Page:Eliot - Daniel Deronda vol 2&3.djvu/301

Le texte de cette page a été corrigé et est conforme au fac-similé.

— Je veux reconnaître votre bonté pour moi, monsieur, par une entière confiance, répondit Deronda. Mais je ne puis simplement répondre à vos questions par un oui ou par un non. Ce que j’ai appris du passé m’a peiné. Ç’a été aussi un profond chagrin pour moi de retrouver ma mère et de la quitter si vite dans son état de souffrance, comme j’ai été contraint de le faire. Toutefois, ce qui n’est pas une peine, ce dont je suis plutôt reconnaissant, c’est que mes doutes soient éclaircis, c’est que je connaisse mon extraction. Ma gratitude envers vous, monsieur, restera toujours la même, et jamais je n’oublierai les soins paternels et l’affection dont vous m’avez entouré. Cependant, savoir que je suis né juif peut avoir sur ma vie une influence considérable dont je ne me sens pas capable de vous parler à présent.

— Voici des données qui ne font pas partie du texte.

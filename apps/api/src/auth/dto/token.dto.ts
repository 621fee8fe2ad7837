import { ApiProperty } from '@nestjs/swagger';
import { IsString, Matches } from 'class-validator';

/** The token of an e-mailed link: 32 random bytes in base64url. */
export class TokenDto {
  @ApiProperty({ description: 'The token from the e-mailed link' })
  @IsString()
  @Matches(/^[A-Za-z0-9_-]{43}$/, { message: 'token is not a token from a Skyhours link' })
  token: string;
}
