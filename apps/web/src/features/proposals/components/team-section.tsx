import {
  Box,
  Button,
  chakra,
  Checkbox,
  Heading,
  HStack,
  Input,
  Stack,
  Switch,
  Table,
  Text,
} from '@chakra-ui/react';
import { createColumnHelper, tableFeatures, useTable } from '@tanstack/react-table';
import { Crown, UserMinus } from 'lucide-react';
import { useEffect, useState } from 'react';
import { Controller, useForm } from 'react-hook-form';
import { ConfirmDialog } from '@/components/ui/confirm-dialog';
import { FormError, FormField } from '@/components/ui/form-field';
import { StatusIndicator } from '@/components/ui/status-indicator';
import { toaster } from '@/components/ui/toaster';
import { isApiError } from '@/lib/api-client';
import { setServerErrors } from '@/lib/form-errors';
import {
  inviteMember,
  makePi,
  type Proposal,
  removeMember,
  setMemberEditRight,
  type TeamMember,
} from '../api';
import { type FocusRequest, focusAfterNavigation } from '../focus';
import { useProposalWrite } from '../hooks';
import { apartFromFields } from '../issues';
import { ROLE_LABELS } from '../labels';
import { WriteError } from './write-error';

const features = tableFeatures({});
const helper = createColumnHelper<typeof features, TeamMember>();

const columns = helper.columns([
  helper.accessor('name', {
    header: 'Name',
    cell: (info) => <Text fontWeight="medium">{info.getValue() || '—'}</Text>,
  }),
  helper.accessor('email', { header: 'E-mail' }),
  helper.accessor('affiliation', {
    header: 'Affiliation',
    cell: (info) => info.getValue() || <Text color="fg.muted">not given yet</Text>,
  }),
  helper.accessor('role', { header: 'Role', cell: (info) => ROLE_LABELS[info.getValue()] }),
  helper.accessor('status', {
    header: 'Invitation',
    cell: (info) =>
      info.getValue() === 'accepted' ? (
        <StatusIndicator tone="success">Accepted</StatusIndicator>
      ) : (
        <StatusIndicator tone="note">Invited, not yet accepted</StatusIndicator>
      ),
  }),
]);

interface InviteValues {
  email: string;
  canEdit: boolean;
}

function InviteForm({ proposal }: { proposal: Proposal }) {
  const invite = useProposalWrite(proposal.reference, (version, input: InviteValues) =>
    inviteMember(proposal.reference, version, input),
  );
  const {
    register,
    handleSubmit,
    setError,
    reset,
    control,
    formState: { errors },
  } = useForm<InviteValues>({ defaultValues: { email: '', canEdit: false } });

  const onSubmit = handleSubmit((values) =>
    invite.mutate(
      { email: values.email.trim(), canEdit: values.canEdit },
      {
        onSuccess: () => {
          toaster.create({ type: 'success', title: `Invitation sent to ${values.email.trim()}` });
          reset();
        },
        onError: (error) => {
          if (isApiError(error, 400)) setServerErrors(error, setError, ['email', 'canEdit']);
        },
      },
    ),
  );

  return (
    <chakra.form onSubmit={onSubmit} noValidate aria-labelledby="invite-heading">
      <Stack gap="3" maxW="xl">
        <Heading as="h3" size="md" id="invite-heading">
          Invite a Co-I
        </Heading>
        <FormField
          label="E-mail address"
          error={errors.email}
          required
          helperText="They get an e-mail with a link; an address without an account can register from it."
        >
          <Input
            type="email"
            autoComplete="off"
            {...register('email', {
              validate: (value) =>
                /^[^\s@]+@[^\s@]+\.[^\s@]+$/.test(value.trim()) || 'Give an e-mail address.',
            })}
          />
        </FormField>
        <Controller
          control={control}
          name="canEdit"
          render={({ field }) => (
            <Checkbox.Root
              checked={field.value}
              onCheckedChange={(details) => field.onChange(details.checked === true)}
            >
              <Checkbox.HiddenInput name={field.name} onBlur={field.onBlur} />
              <Checkbox.Control />
              <Checkbox.Label>May edit the proposal</Checkbox.Label>
            </Checkbox.Root>
          )}
        />
        <FormError error={errors.root?.server} />
        <WriteError error={apartFromFields(invite.error)} reference={proposal.reference} />
        <HStack>
          <Button type="submit" loading={invite.isPending}>
            Send the invitation
          </Button>
        </HStack>
      </Stack>
    </chakra.form>
  );
}

type Pending = { kind: 'remove' | 'make-pi'; member: TeamMember } | null;

function MemberActions({
  member,
  onEditRight,
  onAsk,
  busy,
}: {
  member: TeamMember;
  onEditRight: (member: TeamMember, canEdit: boolean) => void;
  onAsk: (pending: Pending) => void;
  busy: boolean;
}) {
  if (member.role === 'pi') {
    return (
      <Text fontSize="sm" color="fg.muted">
        The PI always edits
      </Text>
    );
  }
  const who = member.name || member.email;
  return (
    <HStack gap="3" justify="end" wrap="wrap">
      <Switch.Root
        size="sm"
        checked={member.canEdit}
        disabled={busy}
        onCheckedChange={(details) => onEditRight(member, details.checked)}
      >
        <Switch.HiddenInput />
        <Switch.Control />
        {/* A fixed name: the switch itself says on or off. */}
        <Switch.Label>
          Edit right
          <Box as="span" srOnly>
            {` for ${who}`}
          </Box>
        </Switch.Label>
      </Switch.Root>
      {member.status === 'accepted' && (
        <Button size="xs" variant="outline" onClick={() => onAsk({ kind: 'make-pi', member })}>
          <Crown aria-hidden /> Make PI
        </Button>
      )}
      <Button
        size="xs"
        variant="outline"
        colorPalette="blocker"
        onClick={() => onAsk({ kind: 'remove', member })}
        aria-label={`Remove ${who}`}
      >
        <UserMinus aria-hidden /> Remove
      </Button>
    </HStack>
  );
}

export function TeamSection({
  proposal,
  editable,
  focus,
}: {
  proposal: Proposal;
  editable: boolean;
  focus?: FocusRequest;
}) {
  const { reference } = proposal;
  const isPi = proposal.myAccess.role === 'pi';
  const manage = editable && isPi;
  const [pending, setPending] = useState<Pending>(null);

  const editRight = useProposalWrite(
    reference,
    (version, input: { id: string; canEdit: boolean }) =>
      setMemberEditRight(reference, version, input.id, input.canEdit),
  );
  const remove = useProposalWrite(reference, (version, member: TeamMember) =>
    removeMember(reference, version, member.id),
  );
  const reinvite = useProposalWrite(reference, (version, member: TeamMember) =>
    inviteMember(reference, version, { email: member.email, canEdit: member.canEdit }),
  );
  const handOver = useProposalWrite(reference, (version, member: TeamMember) =>
    makePi(reference, version, member.id),
  );

  useEffect(() => {
    if (!focus || !manage) return;
    return focusAfterNavigation(() =>
      document.querySelector<HTMLInputElement>('input[name="email"]')?.focus(),
    );
  }, [focus, manage]);

  const table = useTable({
    features,
    columns,
    data: proposal.team,
    getRowId: (member) => member.id,
  });

  const confirm = () => {
    if (!pending) return;
    const { member } = pending;
    const who = member.name || member.email;
    if (pending.kind === 'remove') {
      remove.mutate(member, {
        onSuccess: () => {
          setPending(null);
          // Undo invites them again with the same right; they accept again from the e-mail.
          toaster.create({
            type: 'info',
            title: `${who} is off the team`,
            duration: 10_000,
            action: {
              label: 'Undo',
              onClick: () =>
                reinvite.mutate(member, {
                  onSuccess: () =>
                    toaster.create({ type: 'success', title: `${who} is invited again` }),
                  onError: (error) =>
                    toaster.create({
                      type: 'error',
                      title: `Could not invite ${who} again`,
                      description: error.message,
                    }),
                }),
            },
          });
        },
      });
    } else {
      handOver.mutate(member, {
        onSuccess: () => {
          setPending(null);
          toaster.create({ type: 'success', title: `${who} is now the PI` });
        },
      });
    }
  };
  const confirming = pending?.kind === 'remove' ? remove : handOver;
  const pendingName = pending ? pending.member.name || pending.member.email : '';

  return (
    <Stack gap="6">
      {!isPi && (
        <Text color="fg.muted">
          Only the PI invites, removes and changes the rights of team members.
        </Text>
      )}
      <Table.ScrollArea borderWidth="1px" rounded="md">
        <Table.Root size="sm">
          <Table.Caption srOnly>Team</Table.Caption>
          <Table.Header>
            {table.getHeaderGroups().map((group) => (
              <Table.Row key={group.id}>
                {group.headers.map((header) => (
                  <Table.ColumnHeader key={header.id}>
                    <table.FlexRender header={header} />
                  </Table.ColumnHeader>
                ))}
                <Table.ColumnHeader textAlign="end">
                  {manage ? 'Edit right and actions' : 'Edit right'}
                </Table.ColumnHeader>
              </Table.Row>
            ))}
          </Table.Header>
          <Table.Body>
            {table.getRowModel().rows.map((row) => (
              <Table.Row key={row.id}>
                {row.getAllCells().map((cell) => (
                  <Table.Cell key={cell.id}>
                    <table.FlexRender cell={cell} />
                  </Table.Cell>
                ))}
                <Table.Cell textAlign="end">
                  {manage ? (
                    <MemberActions
                      member={row.original}
                      busy={editRight.isPending}
                      onEditRight={(member, canEdit) =>
                        editRight.mutate({ id: member.id, canEdit })
                      }
                      onAsk={setPending}
                    />
                  ) : (
                    <Text fontSize="sm">
                      {row.original.role === 'pi' || row.original.canEdit
                        ? 'May edit'
                        : 'Reads only'}
                    </Text>
                  )}
                </Table.Cell>
              </Table.Row>
            ))}
          </Table.Body>
        </Table.Root>
      </Table.ScrollArea>
      <WriteError error={editRight.error ?? reinvite.error} reference={reference} />
      {manage && <InviteForm proposal={proposal} />}

      <ConfirmDialog
        open={pending !== null}
        onOpenChange={(open) => {
          if (!open) {
            setPending(null);
            remove.reset();
            handOver.reset();
          }
        }}
        title={
          pending?.kind === 'remove' ? `Remove ${pendingName}?` : `Make ${pendingName} the PI?`
        }
        confirmLabel={pending?.kind === 'remove' ? 'Remove from the team' : 'Hand over the PI role'}
        tone={pending?.kind === 'remove' ? 'danger' : 'default'}
        pending={confirming.isPending}
        error={confirming.error?.message}
        onConfirm={confirm}
      >
        {pending?.kind === 'remove' ? (
          <Text>
            {pendingName} will no longer see or edit this proposal. You can undo this for a few
            seconds afterwards; later, invite them again.
          </Text>
        ) : (
          <Text>
            {pendingName} becomes the principal investigator and manages the team. You stay on the
            team as a Co-I; only the new PI can hand the role back.
          </Text>
        )}
      </ConfirmDialog>
    </Stack>
  );
}
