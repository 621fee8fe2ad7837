import { ApiProperty } from '@nestjs/swagger';
import { Transform } from 'class-transformer';
import { IsEmail, MaxLength } from 'class-validator';
import { ProfileFieldsDto } from '../../users/dto/profile-fields.dto.js';
import {
  IsAcceptablePassword,
  PASSWORD_MAX_LENGTH,
  PASSWORD_MIN_LENGTH,
} from '../password-policy.js';

export class RegisterDto extends ProfileFieldsDto {
  @ApiProperty({ example: 'ada.quinterra@example.org' })
  @Transform(({ value }) => (typeof value === 'string' ? value.trim().toLowerCase() : value))
  @IsEmail({}, { message: 'email must be an e-mail address' })
  @MaxLength(254)
  email: string;

  @ApiProperty({
    minLength: PASSWORD_MIN_LENGTH,
    maxLength: PASSWORD_MAX_LENGTH,
    description: 'Not one of the common passwords of the zxcvbn-ts list',
  })
  @IsAcceptablePassword()
  password: string;
}
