import {
  Heading,
  HStack,
  List,
  NativeSelect,
  SimpleGrid,
  Stack,
  Table,
  Text,
} from '@chakra-ui/react';
import { createColumnHelper, tableFeatures, useTable } from '@tanstack/react-table';
import { useState } from 'react';
import { FormField } from '@/components/ui/form-field';
import { LoadError } from '@/components/ui/load-error';
import { BlockLoader } from '@/components/ui/loading';
import { formatInstant } from '@/lib/time';
import type { ProposalVersion, VersionChange } from '../api';
import { formatHours } from '../format';
import { useComparison, useVersions } from '../hooks';

const features = tableFeatures({});
const helper = createColumnHelper<typeof features, ProposalVersion>();

const submitter = (by: ProposalVersion['submittedBy']) =>
  by === null ? '—' : typeof by === 'string' ? by : by.name;

const columns = helper.columns([
  helper.accessor('number', { header: 'Version', cell: (info) => `Version ${info.getValue()}` }),
  helper.accessor('submittedAt', {
    header: 'Submitted',
    cell: (info) => <time dateTime={info.getValue()}>{formatInstant(info.getValue())}</time>,
  }),
  helper.accessor('submittedBy', { header: 'By', cell: (info) => submitter(info.getValue()) }),
  helper.accessor('totalHours', {
    header: 'Hours asked',
    cell: (info) => formatHours(info.getValue()),
  }),
]);

/** A value of a snapshot as a person reads it. */
function show(value: unknown): string {
  if (value === null || value === undefined || value === '') return '(none)';
  if (typeof value === 'string') return value;
  if (typeof value === 'number' || typeof value === 'boolean') return String(value);
  if (Array.isArray(value)) return value.map(show).join(', ');
  return Object.entries(value as Record<string, unknown>)
    .map(([key, item]) => `${key}: ${show(item)}`)
    .join('; ');
}

function Change({ change }: { change: VersionChange }) {
  return (
    <List.Item borderBottomWidth="1px" py="2">
      <Text fontWeight="medium">{change.label}</Text>
      <SimpleGrid columns={{ base: 1, md: 2 }} gap="2" fontSize="sm">
        <Text>
          <Text as="span" color="fg.muted">
            Before:{' '}
          </Text>
          <Text as="del" textDecoration="line-through" textDecorationColor="fg.muted">
            {show(change.before)}
          </Text>
        </Text>
        <Text>
          <Text as="span" color="fg.muted">
            After:{' '}
          </Text>
          <Text as="ins" textDecoration="none" fontWeight="medium">
            {show(change.after)}
          </Text>
        </Text>
      </SimpleGrid>
    </List.Item>
  );
}

function Comparison({ reference, versions }: { reference: string; versions: ProposalVersion[] }) {
  const numbers = versions.map((v) => v.number).sort((a, b) => a - b);
  const [from, setFrom] = useState(numbers.at(-2) ?? null);
  const [to, setTo] = useState(numbers.at(-1) ?? null);
  const comparison = useComparison(reference, from, to);
  const choose = (label: string, value: number | null, onChange: (n: number) => void) => (
    <FormField label={label}>
      <NativeSelect.Root>
        <NativeSelect.Field
          value={value ?? ''}
          onChange={(event) => onChange(Number(event.target.value))}
        >
          {numbers.map((n) => (
            <option key={n} value={n}>
              Version {n}
            </option>
          ))}
        </NativeSelect.Field>
        <NativeSelect.Indicator />
      </NativeSelect.Root>
    </FormField>
  );
  return (
    <Stack gap="3" as="section" aria-labelledby="compare-heading">
      <Heading as="h4" size="sm" id="compare-heading">
        Compare two versions
      </Heading>
      <HStack gap="4" align="end" maxW="md">
        {choose('From', from, setFrom)}
        {choose('To', to, setTo)}
      </HStack>
      {from === to ? (
        <Text color="fg.muted">Choose two different versions.</Text>
      ) : comparison.isPending ? (
        <BlockLoader label="Comparing the versions" />
      ) : comparison.isError ? (
        <LoadError
          error={comparison.error}
          what="the comparison"
          onRetry={() => void comparison.refetch()}
        />
      ) : comparison.data.changes.length === 0 ? (
        <Text>
          Nothing changed between version {from} and version {to}.
        </Text>
      ) : (
        <List.Root
          as="ul"
          listStyle="none"
          ps="0"
          aria-label={`Changes from version ${from} to ${to}`}
        >
          {comparison.data.changes.map((change) => (
            <Change key={change.path} change={change} />
          ))}
        </List.Root>
      )}
    </Stack>
  );
}

/** Every submitted version, and what changed between any two. */
export function VersionsPanel({ reference }: { reference: string }) {
  const versions = useVersions(reference);
  const table = useTable({
    features,
    columns,
    data: versions.data ?? [],
    getRowId: (version) => String(version.number),
  });
  if (versions.isPending) return <BlockLoader label="Loading the submitted versions" />;
  if (versions.isError)
    return (
      <LoadError
        error={versions.error}
        what="the submitted versions"
        onRetry={() => void versions.refetch()}
      />
    );
  if (versions.data.length === 0) return null;
  return (
    <Stack gap="5" as="section" aria-labelledby="versions-heading">
      <Heading as="h3" size="md" id="versions-heading">
        Submitted versions
      </Heading>
      <Table.ScrollArea borderWidth="1px" rounded="md">
        <Table.Root size="sm">
          <Table.Caption srOnly>Submitted versions</Table.Caption>
          <Table.Header>
            {table.getHeaderGroups().map((group) => (
              <Table.Row key={group.id}>
                {group.headers.map((header) => (
                  <Table.ColumnHeader key={header.id}>
                    <table.FlexRender header={header} />
                  </Table.ColumnHeader>
                ))}
              </Table.Row>
            ))}
          </Table.Header>
          <Table.Body>
            {table.getRowModel().rows.map((row) => (
              <Table.Row key={row.id}>
                {row.getAllCells().map((cell) => (
                  <Table.Cell key={cell.id}>
                    <table.FlexRender cell={cell} />
                  </Table.Cell>
                ))}
              </Table.Row>
            ))}
          </Table.Body>
        </Table.Root>
      </Table.ScrollArea>
      {versions.data.length > 1 && <Comparison reference={reference} versions={versions.data} />}
    </Stack>
  );
}
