import { ApiProperty } from '@nestjs/swagger';

export class CsrfResponse {
  @ApiProperty({ description: 'Send it back as the X-CSRF-Token header of every write' })
  token: string;
}
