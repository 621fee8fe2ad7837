import {
  DataList,
  HStack,
  Input,
  NativeSelect,
  SimpleGrid,
  Stack,
  Text,
  Textarea,
} from '@chakra-ui/react';
import { useQueryClient } from '@tanstack/react-query';
import { useEffect, useState } from 'react';
import { Controller, useForm, useWatch, type Path } from 'react-hook-form';
import { FormError, FormField } from '@/components/ui/form-field';
import { StatusIndicator } from '@/components/ui/status-indicator';
import { type Proposal, type ProposalKind, proposalKeys, updateProposal } from '../api';
import { useAutosave } from '../autosave';
import { countWords } from '../format';
import { type FocusRequest, focusAfterNavigation } from '../focus';
import { useProposalOptions } from '../hooks';
import { kindLabel } from '../labels';
import { ConflictNotice, SaveStatus } from './save-status';

export interface OverviewValues {
  title: string;
  abstract: string;
  scienceCategory: string;
  kind: string;
  continues: string;
}

export const OVERVIEW_FIELDS = [
  'title',
  'abstract',
  'scienceCategory',
  'kind',
  'continues',
] as const satisfies readonly Path<OverviewValues>[];

export const OVERVIEW_LABELS: Record<(typeof OVERVIEW_FIELDS)[number], string> = {
  title: 'Title',
  abstract: 'Abstract',
  scienceCategory: 'Science category',
  kind: 'Kind',
  continues: 'Continues proposal',
};

const valuesOf = (proposal: Proposal): OverviewValues => ({
  title: proposal.title,
  abstract: proposal.abstract,
  scienceCategory: proposal.scienceCategory ?? '',
  kind: proposal.kind,
  continues: proposal.continues ?? '',
});

/** The PATCH body for the changed fields: empty choices go as null. */
function changeOf(changed: Partial<OverviewValues>) {
  return {
    ...(changed.title !== undefined && { title: changed.title }),
    ...(changed.abstract !== undefined && { abstract: changed.abstract }),
    ...(changed.scienceCategory !== undefined && {
      scienceCategory: changed.scienceCategory || null,
    }),
    ...(changed.kind !== undefined && { kind: changed.kind as ProposalKind }),
    ...(changed.continues !== undefined && { continues: changed.continues.trim() || null }),
  };
}

function WordCount({ text, limit }: { text: string; limit: number }) {
  const words = countWords(text);
  if (words > limit) {
    return (
      <StatusIndicator tone="warning" fontSize="sm">
        {words} of {limit} words: {words - limit} over the limit
      </StatusIndicator>
    );
  }
  return (
    <Text fontSize="sm" color="fg.muted">
      {words} of {limit} words
    </Text>
  );
}

function OverviewForm({ proposal, focus }: { proposal: Proposal; focus?: FocusRequest }) {
  const queryClient = useQueryClient();
  const options = useProposalOptions();
  const form = useForm<OverviewValues>({ defaultValues: valuesOf(proposal) });
  const {
    register,
    control,
    formState: { errors },
  } = form;
  const { reference } = proposal;
  const { state, save, resolve } = useAutosave({
    reference,
    form,
    fields: OVERVIEW_FIELDS,
    send: (version, changed) => updateProposal(reference, version, changeOf(changed)),
    enabled: true,
  });
  const [reloading, setReloading] = useState(false);
  const abstract = useWatch({ control, name: 'abstract' });

  const focusField = focus?.field;
  useEffect(() => {
    if (!focusField || !(OVERVIEW_FIELDS as readonly string[]).includes(focusField)) return;
    return focusAfterNavigation(() => form.setFocus(focusField as Path<OverviewValues>));
  }, [focus?.key, focusField, form]);

  const reload = async (keepMine: boolean) => {
    setReloading(true);
    try {
      await queryClient.refetchQueries({ queryKey: proposalKeys.detail(reference), exact: true });
      const theirs = queryClient.getQueryData<Proposal>(proposalKeys.detail(reference));
      if (theirs) resolve(valuesOf(theirs), keepMine);
    } finally {
      setReloading(false);
    }
  };

  const onBlur = () => void save();
  const categories = options.data?.scienceCategories ?? [];

  return (
    <form onSubmit={(event) => event.preventDefault()} noValidate aria-label="Overview">
      <Stack gap="5">
        <HStack justify="space-between" wrap="wrap" gap="3">
          <Text fontSize="sm" color="fg.muted">
            Changes are saved as you type.
          </Text>
          <SaveStatus state={state} lastChanged={proposal.updatedAt} onRetry={onBlur} />
        </HStack>
        {state.kind === 'conflict' && (
          <ConflictNotice
            pending={reloading}
            onReapply={() => void reload(true)}
            onDiscard={() => void reload(false)}
          />
        )}
        <FormField label={OVERVIEW_LABELS.title} error={errors.title} required>
          <Input {...register('title', { onBlur })} autoComplete="off" />
        </FormField>
        <FormField
          label={OVERVIEW_LABELS.abstract}
          error={errors.abstract}
          required
          helperText={<WordCount text={abstract} limit={proposal.abstractWordLimit} />}
        >
          <Textarea {...register('abstract', { onBlur })} rows={10} autoresize />
        </FormField>
        <SimpleGrid columns={{ base: 1, md: 2 }} gap="5">
          <FormField
            label={OVERVIEW_LABELS.scienceCategory}
            error={errors.scienceCategory}
            required
          >
            <NativeSelect.Root>
              {/* Controlled: the choices arrive after the form, and must not reset the value. */}
              <Controller
                control={control}
                name="scienceCategory"
                render={({ field }) => (
                  <NativeSelect.Field
                    {...field}
                    onBlur={() => {
                      field.onBlur();
                      onBlur();
                    }}
                  >
                    <option value="">Choose a category</option>
                    {field.value && !categories.includes(field.value) && (
                      <option value={field.value}>{field.value}</option>
                    )}
                    {categories.map((category) => (
                      <option key={category} value={category}>
                        {category}
                      </option>
                    ))}
                  </NativeSelect.Field>
                )}
              />
              <NativeSelect.Indicator />
            </NativeSelect.Root>
          </FormField>
          <FormField
            label={OVERVIEW_LABELS.kind}
            error={errors.kind}
            required
            helperText="Only the kinds this call takes."
          >
            <NativeSelect.Root>
              <NativeSelect.Field {...register('kind', { onBlur })}>
                {proposal.call.kinds.map((kind) => (
                  <option key={kind} value={kind}>
                    {kindLabel(kind)}
                  </option>
                ))}
              </NativeSelect.Field>
              <NativeSelect.Indicator />
            </NativeSelect.Root>
          </FormField>
        </SimpleGrid>
        <FormField
          label={OVERVIEW_LABELS.continues}
          error={errors.continues}
          helperText="The reference of an earlier proposal this one carries on, e.g. AU26-0012. Leave empty if none."
        >
          <Input
            {...register('continues', { onBlur })}
            autoComplete="off"
            fontFamily="mono"
            maxW="xs"
          />
        </FormField>
        <FormError error={errors.root?.server} />
      </Stack>
    </form>
  );
}

function OverviewReadOnly({ proposal }: { proposal: Proposal }) {
  const rows: [string, string][] = [
    [OVERVIEW_LABELS.title, proposal.title || '—'],
    [OVERVIEW_LABELS.scienceCategory, proposal.scienceCategory ?? '—'],
    [OVERVIEW_LABELS.kind, kindLabel(proposal.kind)],
    [OVERVIEW_LABELS.continues, proposal.continues ?? '—'],
  ];
  return (
    <Stack gap="5">
      <DataList.Root orientation="horizontal">
        {rows.map(([label, value]) => (
          <DataList.Item key={label}>
            <DataList.ItemLabel>{label}</DataList.ItemLabel>
            <DataList.ItemValue>{value}</DataList.ItemValue>
          </DataList.Item>
        ))}
      </DataList.Root>
      <Stack gap="1">
        <Text fontWeight="medium">{OVERVIEW_LABELS.abstract}</Text>
        <Text whiteSpace="pre-line" maxW="75ch">
          {proposal.abstract || '—'}
        </Text>
        <WordCount text={proposal.abstract} limit={proposal.abstractWordLimit} />
      </Stack>
    </Stack>
  );
}

export function OverviewSection({
  proposal,
  editable,
  focus,
}: {
  proposal: Proposal;
  editable: boolean;
  focus?: FocusRequest;
}) {
  return editable ? (
    <OverviewForm proposal={proposal} focus={focus} />
  ) : (
    <OverviewReadOnly proposal={proposal} />
  );
}
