import { ApiProperty } from '@nestjs/swagger';
import { Transform } from 'class-transformer';
import { IsEmail, MaxLength } from 'class-validator';
import { IsAcceptablePassword } from '../password-policy.js';
import { TokenDto } from './token.dto.js';

export class PasswordResetRequestDto {
  @ApiProperty({ example: 'ada.quinterra@example.org' })
  @Transform(({ value }) => (typeof value === 'string' ? value.trim().toLowerCase() : value))
  @IsEmail({}, { message: 'email must be an e-mail address' })
  @MaxLength(254)
  email: string;
}

export class PasswordResetConfirmDto extends TokenDto {
  @ApiProperty({ description: 'The new password' })
  @IsAcceptablePassword()
  password: string;
}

Le baronnet lui lança un regard scrutateur et garda un moment le silence pour tâcher d’interpréter ses paroles : puis il dit :

— J’ai toujours attendu de toi quelque chose de remarquable, Dan ; mais, pour amour de Dieu, point d’excentricité ! Je puis tolérer une divergence d’opinion chez un homme, mais il faut qu’il s’exprime avec raison et non comme un fou. Comprends-moi bien. Je ne te soupçonne pas de vouloir faire une folie ; je crois seulement que tu pourrais te laisser accaparer par un fou, surtout s’il a besoin d’être défendu. Tu as la passion de te mettre du côté des opprimés, Dan. Je ne partage pas tout à fait ta manière de voir ; je souffre pour eux, mais je n’y puis rien. Cependant, je ne te demande pas d’anticiper sur les confidences que tu as à me faire. Si la chose pour laquelle tu te décideras exige de l’argent, j’ai seize mille livres d’accumulées pour toi, en sus de ton revenu. Maintenant que me voilà ici, je suppose que tu voudras retourner en Angleterre dès que tu le pourras.